Contractor, U.S. Geological Survey Pacific Coastal and Marine Science Center, Santa Cruz, CA, USA.
U.S. Geological Survey Pacific Coastal and Marine Science Center, Santa Cruz, CA, USA.
Sci Data. 2023 Jan 20;10(1):46. doi: 10.1038/s41597-023-01929-2.

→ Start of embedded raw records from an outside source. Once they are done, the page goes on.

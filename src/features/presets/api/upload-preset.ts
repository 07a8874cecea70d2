import { useMutation, useQueryClient } from '@tanstack/react-query';
import type { PresetDetail } from '../../../../shared/api/responses';
import { apiRequest } from '../../../lib/api-client';
import { getPresetQueryOptions } from './get-preset';
import { presetsQueryKey } from './get-presets';

/**
 * A patch JSON file with an optional name and tags. There is no shared schema for this multipart
 * body: the server reads the file, then checks name and tags with `createPresetBody`.
 */
export interface UploadPresetInput {
  file: File;
  /** Empty: the preset takes the patch's own name. */
  name?: string;
  /** Comma-separated. Empty: the preset keeps the tags written in the file. */
  tags?: string;
}

export async function uploadPreset(studioId: string, input: UploadPresetInput): Promise<PresetDetail> {
  const formData = new FormData();
  formData.append('file', input.file, input.file.name);
  // A field sent empty would override what the file says, so empty fields are left out.
  if (input.name?.trim()) formData.append('name', input.name.trim());
  if (input.tags?.trim()) formData.append('tags', input.tags.trim());
  return (await apiRequest<{ preset: PresetDetail }>(`/studios/${studioId}/presets/upload`, { method: 'POST', formData })).preset;
}

export function useUploadPreset(studioId: string) {
  const queryClient = useQueryClient();
  return useMutation({
    mutationFn: (input: UploadPresetInput) => uploadPreset(studioId, input),
    onSuccess: (preset) => {
      queryClient.setQueryData(getPresetQueryOptions(preset.id).queryKey, preset);
      return queryClient.invalidateQueries({ queryKey: presetsQueryKey(studioId) });
    },
  });
}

The world's coastlines are spatially highly variable, coupled-human-natural systems that comprise a nested hierarchy of component landforms, ecosystems, and human interventions, each interacting over a range of space and time scales. Understanding and predicting coastline dynamics necessitates frequent observation from imaging sensors on remote sensing platforms. Machine Learning models that carry out supervised (i.e., human-guided) pixel-based classification, or image segmentation, have transformative applications in spatio-temporal mapping of dynamic environments, including transient coastal landforms, sediments, habitats, waterbodies, and water flows. However, these models require large and well-documented training and testing datasets consisting of labeled imagery. We describe "Coast Train," a multi-labeler dataset of orthomosaic and satellite images of coastal environments and corresponding labels. These data include imagery that are diverse in space and time, and contain 1.2 billion labeled pixels, representing over 3.6 million hectares. We use a human-in-the-loop tool especially designed for rapid and reproducible Earth surface image segmentation. Our approach permits image labeling by multiple labelers, in turn enabling quantification of pixel-level agreement over individual and collections of images.
世界海岸线是空间高度可变的、耦合人-自然的系统,由嵌套的地貌成分、生态系统和人类干预组成,每个成分在一定的时空范围内相互作用。理解和预测海岸线动态需要从遥感平台上的成像传感器进行频繁观测。执行监督(即人类指导)基于像素的分类或图像分割的机器学习模型,在包括瞬态海岸地貌、沉积物、栖息地、水体和水流在内的动态环境的时空映射中具有变革性的应用。然而,这些模型需要包含大量标记图像的大型且有充分记录的训练和测试数据集。我们描述了“海岸训练”,这是一个多标签的沿海环境正射影像和卫星图像以及相应标签的数据集。这些数据包括在空间和时间上多样化的图像,包含 12 亿个标记像素,代表超过 360 万公顷的面积。我们使用一种专门设计的、用于快速和可重复的地球表面图像分割的人机交互工具。我们的方法允许多个标注者对图像进行标注,从而能够量化单个和多个图像上的像素级一致性。